Privacy and confidentiality

Of high importance to psychologists is one of the central pillars of the eHealth record system - that the consumer receiving health services will have final say over access to, and use of, their electronic health record.

The documentation released by NEHTA and the proposed legislation all indicate that there will be ways in which the consumer can exercise personal control over the electronic health record. This is the ‘personally controlled’ aspect of the eHealth record:

  • The Nominated Provider (in most cases the consumer’s GP) must seek agreement from the consumer regarding what will be placed on the Shared Health Summary
  • All health providers must seek approval from the consumer regarding what will be included in an Event Summary
  • Consumers will be able to indicate which health providers will have open access to their eHealth record and to whom it may be limited
  • Consumers will be able to engage in a process to ‘effectively remove’ a document if they no longer want it to appear on their eHealth record.

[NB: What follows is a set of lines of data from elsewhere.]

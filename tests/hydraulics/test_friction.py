"""Friction laws against 50-digit arithmetic, published values and measurements."""

from __future__ import annotations

import warnings

import numpy as np
import pytest
from fluids.friction import Colebrook, oregon_fd_smooth, oregon_Res
from hypothesis import given
from hypothesis import strategies as st
from scipy.integrate import quad

from gradeline.hydraulics import friction

REYNOLDS = st.floats(4.001e3, 1e8)
ROUGHNESS = st.floats(0.0, 0.05)

# f of the law from an own 40-digit root; fluids.friction.Colebrook with tol=0 agrees
LAW = [
    (1e5, 1e-4, 0.01851386607747164),
    (4e3, 1e-3, 0.04091038986284613),
    (1e4, 0.01, 0.04312658470681169),
    (1e5, 1e-3, 0.02217453594451508),
    (1e6, 1e-5, 0.01186954482794495),
    (1e6, 1e-3, 0.01994346584047687),
    (1e7, 1e-4, 0.01216608095889658),
    (1e8, 0.05, 0.07155090409108326),
    # a hard case of the tests of fluids 1.3.1, whose own constant is off by 3e-12; 40-digit root
    (1.048e11, 2.55e-8, 0.0037751087365340033),
    # smooth: Prandtl's law, Lambert-W closed form in fluids and a 40-digit root
    (4e3, 0.0, 0.0399070140556349),
    (1e4, 0.0, 0.0308829503534877),
    (1e5, 0.0, 0.0179897730842738),
    (1e6, 0.0, 0.0116450409979916),
    (1e7, 0.0, 0.0081026694308749),
]


@pytest.mark.parametrize(("reynolds", "roughness", "expected"), LAW)
def test_law_at_known_points(reynolds, roughness, expected):
    assert friction.colebrook_white(reynolds, roughness) == pytest.approx(expected, rel=1e-13)


def test_law_against_50_digits(colebrook_root, digits, law_points):
    got = friction.colebrook_white(law_points[:, 0], law_points[:, 1])
    error = [
        abs(float(digits.mpf(float(f)) * colebrook_root(re, rel) ** 2 - 1))
        for f, (re, rel) in zip(got, law_points, strict=True)
    ]
    assert max(error) < 1e-14


def test_law_solves_the_implicit_equation_at_many_points():
    rng = np.random.default_rng(7)
    re, rel = 10 ** rng.uniform(np.log10(4e3), 8, 100_000), rng.uniform(0, 0.05, 100_000)
    x = friction.colebrook_white(re, rel) ** -0.5
    assert np.abs(x + 2 * np.log10(rel / 3.7 + 2.51 * x / re)).max() < 2e-14


def test_law_agrees_with_the_root_finder_of_fluids():
    for re, rel in [(5e3, 0.03), (2e5, 3e-4), (3e7, 2e-6)]:
        assert friction.colebrook_white(re, rel) == pytest.approx(Colebrook(re, rel), rel=1e-9)


@pytest.mark.parametrize(
    ("roughness", "expected"),
    # rough limit 1/sqrt f = -2 log10(rel/3.7); fluids.friction.von_Karman, its test prints the first
    [
        (1e-4, 0.011979797083255),
        (1e-3, 0.019635465935527),
        (1e-2, 0.037903711892391),
        (5e-2, 0.071550673223843),
    ],
)
def test_law_tends_to_the_rough_limit(roughness, expected):
    assert friction.colebrook_white(1e17, roughness) == pytest.approx(expected, rel=1e-10)


@pytest.mark.parametrize(
    ("reynolds", "printed"),
    # F. M. White, Fluid Mechanics, ch. 6, smooth pipe; from memory
    [(1e4, 0.0309), (1e5, 0.0180), (1e6, 0.0116), (1e7, 0.0081)],
)
def test_smooth_law_rounds_to_the_handbook(reynolds, printed):
    assert friction.colebrook_white(reynolds, 0.0) == pytest.approx(printed, abs=5e-5)


@pytest.mark.parametrize(("reynolds", "excess"), [(1e4, 0.0245), (1e5, -0.0110)])
def test_blasius_differs_as_known(reynolds, excess):
    # Blasius 0.3164 Re^-1/4 against Prandtl's law; both printed in any text, the difference recomputed
    assert 0.3164 * reynolds**-0.25 / friction.colebrook_white(reynolds, 0.0) - 1 == pytest.approx(
        excess, abs=5e-5
    )


def test_smooth_law_against_measurements():
    # B. J. McKeon et al., J. Fluid Mech. 511 (2004) 41-44, as carried by fluids.friction; worst known -4.60 %
    re, f = np.array(oregon_Res), np.array(oregon_fd_smooth)
    turbulent = re >= 3264
    assert turbulent.sum() == 20
    assert np.abs(f[turbulent] / friction.colebrook_white(re[turbulent], 0.0) - 1).max() < 0.05


@pytest.mark.parametrize(("reynolds", "fit", "excess"), [(1e6, 0.0118551, 0.018), (1e7, 0.0083162, 0.026)])
def test_smooth_law_lies_below_the_superpipe_fit(reynolds, fit, excess):
    # B. J. McKeon et al., J. Fluid Mech. 538 (2005) 429: 1/sqrt f = 1.930 log10(Re sqrt f) - 0.537; from memory
    assert fit**-0.5 == pytest.approx(1.930 * np.log10(reynolds * fit**0.5) - 0.537, rel=1e-5)
    assert fit / friction.colebrook_white(reynolds, 0.0) - 1 == pytest.approx(excess, abs=1e-3)


@pytest.mark.parametrize(
    ("reynolds", "roughness", "expected", "tolerance"),
    [
        # Cengel & Cimbala, Fluid Mechanics, Ex 8-3 p 360; f read to three digits
        (3.0558 * 0.05 * 999 / 1.138e-3, 0.002e-3 / 0.05, 0.0172, 0.00005),
        # Cengel & Cimbala Ex 8-4 p 361: smooth duct
        (100800, 0.0, 0.0180, 0.00005),
        # Vennard, Elementary Fluid Mechanics, Ex 9.3 p 288: f 0.0255 at relative roughness 0.002
        (8e4, 0.002, 0.0255, 0.00005),
        # Crane TP-410M ex 7.13: chart f 0.0230
        (4 * 2 * 3.785411784e-3 / (np.pi * 0.0525 * 2.7e-6), 0.0018 / (52.5 / 25.4), 0.0230, 0.0004),
        # Crane TP-410M ex 7.1: smooth, f 0.0179 at Re 100 600
        (100600, 0.0, 0.0179, 0.0001),
    ],
)
def test_law_in_worked_examples(reynolds, roughness, expected, tolerance):
    assert friction.colebrook_white(reynolds, roughness) == pytest.approx(expected, abs=tolerance)


def test_inverse_in_a_worked_example_run_backwards():
    # Subramanya, Fluid Mechanics, Ex 10.19 p 222: D 0.25 m, roughness 0.15 mm
    f = 0.0180720
    relative = friction.relative_roughness(f, 87544.6 / np.sqrt(f))
    assert 250 * relative == pytest.approx(0.150, abs=0.0005)


def test_inverse_is_signed_and_silent():
    # algebra: f = 0.0178 at Re 1e5 lies below the smooth law
    assert friction.relative_roughness(0.0178, 1e5) == pytest.approx(-3.46e-5, rel=1e-3)
    assert friction.relative_roughness(LAW[0][2], 1e5) == pytest.approx(1e-4, rel=1e-10)
    assert np.isnan(friction.relative_roughness([0.0, -0.01, np.nan, 0.02], [1e5, 1e5, 1e5, 0.0])).all()


def test_inverse_against_50_digits(digits, law_points):
    rng = np.random.default_rng(11)
    factors = friction.colebrook_white(*law_points.T) * rng.uniform(0.9, 1.1, len(law_points))
    got = friction.relative_roughness(factors, law_points[:, 0])
    for value, f, re in zip(got, factors, law_points[:, 0], strict=True):
        root = 1 / digits.sqrt(digits.mpf(float(f)))
        wall = digits.mpf("3.7") * digits.mpf(10) ** (-root / 2)
        film = digits.mpf("3.7") * digits.mpf("2.51") * root / digits.mpf(float(re))
        # the terms cancel near the smooth law: rounding is relative to them, not to their difference, and the
        # exponent (up to 15 in natural units) multiplies its own rounding
        assert abs(float(digits.mpf(float(value)) - (wall - film))) < 5e-15 * float(wall + film)


@given(REYNOLDS, ROUGHNESS)
def test_forward_and_inverse_undo_each_other(reynolds, roughness):
    f = friction.colebrook_white(reynolds, roughness)
    back = friction.relative_roughness(f, reynolds)
    # one rounding of f is about ln(10)/(4 sqrt f) roundings of the terms of the inverse
    terms = roughness + 3.7 * 2.51 / (reynolds * np.sqrt(f))
    assert back == pytest.approx(roughness, abs=4e-15 * terms / np.sqrt(f))


@given(REYNOLDS, ROUGHNESS, st.floats(1.001, 2.0))
def test_friction_grows_with_roughness_and_falls_with_reynolds(reynolds, roughness, factor):
    f = friction.colebrook_white(reynolds, roughness)
    assert friction.colebrook_white(reynolds, roughness * factor + 1e-8) > f
    assert friction.colebrook_white(reynolds * factor, roughness) <= f * (1 + 4e-16)


def test_sensitivities_against_50_digits(colebrook_root, digits, law_points):
    points = law_points[::5]
    f, by_reynolds, by_roughness = friction.colebrook_white_sensitivities(*points.T)
    assert np.array_equal(f, friction.colebrook_white(*points.T))
    step = digits.mpf("1e-14")

    def central(low, high, width):
        return -2 * (digits.log(high) - digits.log(low)) / width

    for k, (re, rel) in enumerate(points.tolist()):
        re_mp, rel_mp = digits.mpf(re), digits.mpf(rel)
        exact = central(
            colebrook_root(re_mp * digits.exp(-step), rel),
            colebrook_root(re_mp * digits.exp(step), rel),
            2 * step,
        )
        assert by_reynolds[k] == pytest.approx(float(exact), rel=1e-12)
        width = step * (rel_mp + 1 / re_mp)
        exact = central(colebrook_root(re, rel_mp - width), colebrook_root(re, rel_mp + width), 2 * width)
        assert by_roughness[k] == pytest.approx(float(exact), rel=1e-12)


def test_laminar_law():
    # fluids' test of the laminar law: f(128) = 0.5
    assert friction.laminar(128.0) == 0.5
    # glycerin, Cengel & Cimbala Ex 8-1 p 349: Re 489, pressure drop 1291 kPa by Hagen-Poiseuille
    rho, mu, bore, length, velocity = 1252.0, 0.3073, 0.04, 70.0, 3.0
    reynolds = rho * velocity * bore / mu
    assert reynolds == pytest.approx(489, abs=0.5)
    drop = friction.laminar(reynolds) * length / bore * rho * velocity**2 / 2
    assert drop == pytest.approx(1291e3, abs=500)
    assert drop == pytest.approx(32 * mu * length * velocity / bore**2, rel=1e-14)
    # Theodore Ex 13.5 p 139: Re 1440, Fanning 0.0111, so Darcy four times as much
    assert friction.laminar(1438.1) == pytest.approx(4 * 0.0111, abs=2e-4)


def test_regimes_and_their_laws():
    reynolds = np.array([0.0, 1.0, 1999.9, 2000.0, 3000.0, 4000.0, 4000.1, np.nan, -5.0])
    names = ["static", "laminar", "laminar", "critical", "critical", "critical", "turbulent", "", ""]
    assert friction.regime(reynolds).tolist() == names
    f = friction.friction_factor(reynolds, 1e-3)
    assert np.isnan(f).tolist() == [name not in ("laminar", "turbulent") for name in names]
    assert f[1] == 64.0
    assert f[6] == friction.colebrook_white(4000.1, 1e-3)


def test_no_value_where_there_is_no_flow_and_no_warning():
    with warnings.catch_warnings():
        warnings.simplefilter("error")
        assert np.isnan(friction.colebrook_white([0.0, -1.0, np.nan], 1e-3)).all()
        assert np.isnan(friction.colebrook_white_sensitivities(0.0, 0.0)).all()
        assert np.isnan(friction.laminar(0.0))
        assert np.isnan(friction.darcy_friction_factor(0.1, 0.02, 0.0, 9.81))


def test_arguments_broadcast():
    assert friction.colebrook_white(np.full((3, 1), 1e5), np.zeros(4)).shape == (3, 4)
    assert friction.friction_factor(np.full((3, 1), 1e5), np.zeros(4)).shape == (3, 4)
    assert friction.kinetic_energy_coefficient(np.full((3, 1), 1e5), np.full(4, 0.02)).shape == (3, 4)


@pytest.mark.parametrize("f", [0.008, 0.015, 0.025, 0.04])
def test_kinetic_energy_coefficient_of_a_logarithmic_profile(f):
    # u/V = 1 + sqrt(f/8) (ln(y/R) + 3/2)/0.4, cubed and averaged over the section
    star = np.sqrt(f / 8)
    alpha, _ = quad(lambda y: 2 * (1 - y) * (1 + star / 0.4 * (np.log(y) + 1.5)) ** 3, 0, 1, limit=200)
    assert friction.kinetic_energy_coefficient(1e5, f) == pytest.approx(alpha, abs=0.005)


def test_kinetic_energy_coefficient_of_the_parabola():
    alpha, _ = quad(lambda r: 2 * r * (2 * (1 - r**2)) ** 3, 0, 1)
    assert friction.kinetic_energy_coefficient(500.0, np.nan) == pytest.approx(alpha, rel=1e-12)


def test_kinetic_energy_coefficient_has_no_step():
    below, at, just, above = friction.kinetic_energy_coefficient([1999.999, 2000.0, 4000.0, 4000.001], 0.04)
    assert at == pytest.approx(below, abs=1e-6)
    assert just == pytest.approx(above, abs=1e-6)
    assert np.isnan(friction.kinetic_energy_coefficient([5000.0, np.nan], [np.nan, 0.02])).all()


def test_loss_coefficient_of_an_entrance_with_this_alpha():
    # Fox & McDonald p 357: h 85.1 ft over 10 ft of 1.5 in pipe, 0.566 ft3/s, f 0.013: K 0.50 with alpha 1.04
    bore, length, f, g = 1.5 / 12, 10.0, 0.013, 32.2
    velocity = 0.566 / (np.pi / 4 * bore**2)
    alpha = friction.kinetic_energy_coefficient(velocity * bore / 1.05e-5, f)
    k = 85.1 / friction.velocity_head(velocity, g) - alpha - f * length / bore
    assert k == pytest.approx(0.50, abs=0.01)


@pytest.mark.parametrize(
    ("slope", "diameter", "velocity", "expected", "tolerance"),
    [
        # Vennard Ex 9.1 p 281, ft and s: f 0.025
        (17.5 / 100, 0.5, 15.0, 0.025, 0.0005),
        # Daugherty & Franzini Ex 8.3 p 222: f 0.0388
        (25 / 200, 0.5, 2 / (np.pi / 16), 0.0388, 0.00005),
    ],
)
def test_friction_factor_from_a_measured_slope(slope, diameter, velocity, expected, tolerance):
    got = friction.darcy_friction_factor(slope, diameter, velocity, 32.2)
    assert got == pytest.approx(expected, abs=tolerance)


def test_friction_factor_from_a_measured_pressure_drop():
    # Munson, Young & Okiishi Ex 8.4 p 427: 2.59 kPa/m in D 0.1 m at 0.04 m3/s of water, Re 5.07e5, f 0.02001
    velocity = 0.04 / (np.pi / 4 * 0.1**2)
    f = friction.darcy_friction_factor(2590 / (998 * 9.81), 0.1, velocity, 9.81)
    assert f == pytest.approx(0.020011, abs=2e-5)
    # and its viscous sublayer 5 nu/u* = 0.02 mm
    assert 5 / friction.roughness_reynolds(1.0, velocity, f, 1.004e-6) == pytest.approx(1.97e-5, abs=5e-8)


def test_friction_velocity_of_the_roughness_reynolds_number():
    # Vennard Ex 9.1 p 281: u* 0.84 ft/s
    assert friction.roughness_reynolds(1.0, 15.0, 0.025044, 1.0) == pytest.approx(0.84, abs=0.005)


def test_entrance_length():
    # factor 0.06 against the 0.05 of Theodore Ex 13.5 p 139, where Le = 12 ft at Re 1440 in 0.1667 ft
    assert friction.entrance_length(1440.0, 0.1667) == pytest.approx(12.0 * 0.06 / 0.05, rel=0.005)
    # 4.4 Re^(1/6) is 44 bores at Re 1e6, algebra
    assert friction.entrance_length(1e6, 2.0) == pytest.approx(88.0, rel=1e-12)
    assert friction.entrance_length([0.0, 4000.0], 1.0).tolist() == [0.0, 240.0]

These provisions have clearly been matters of considerable discussion as they constitute a significant limitation to the completeness of the record. However consumers who have been subject to trauma, sexual assault or who experience mental health disorders and have received treatment for these may justifiably want to limit the access to such records.

It has also been established that under emergency circumstances when the consumer is not able to be fully engaged in the consent process, the eHealth record may be opened, including those sections that have been subject to limited access. This will not include those documents that have been effectively removed.

Information from psychologists that may be in an individual’s eHealth record

  • An event summary of services or events of importance to the individual from an approved psychologist
  • Reference to an event report from an approved psychologist in the shared health summary
  • A psychologist’s formal assessment report (if the individual consents) in the specialist letters section
  • Reference to a psychologist’s entries in general organisational files in the discharge summary of that organisation

What the eHealth record will NOT contain

  • A psychologist’s personal client files
  • Any report sent to a GP or specialist in relation to the individual where this has not been consented to by the individual
  • Any reports of psychological services prior to 2012

Authentication and security

It is also of utmost importance to psychologists that storing and sending information online will not affect the security, confidentiality and trust with their clients.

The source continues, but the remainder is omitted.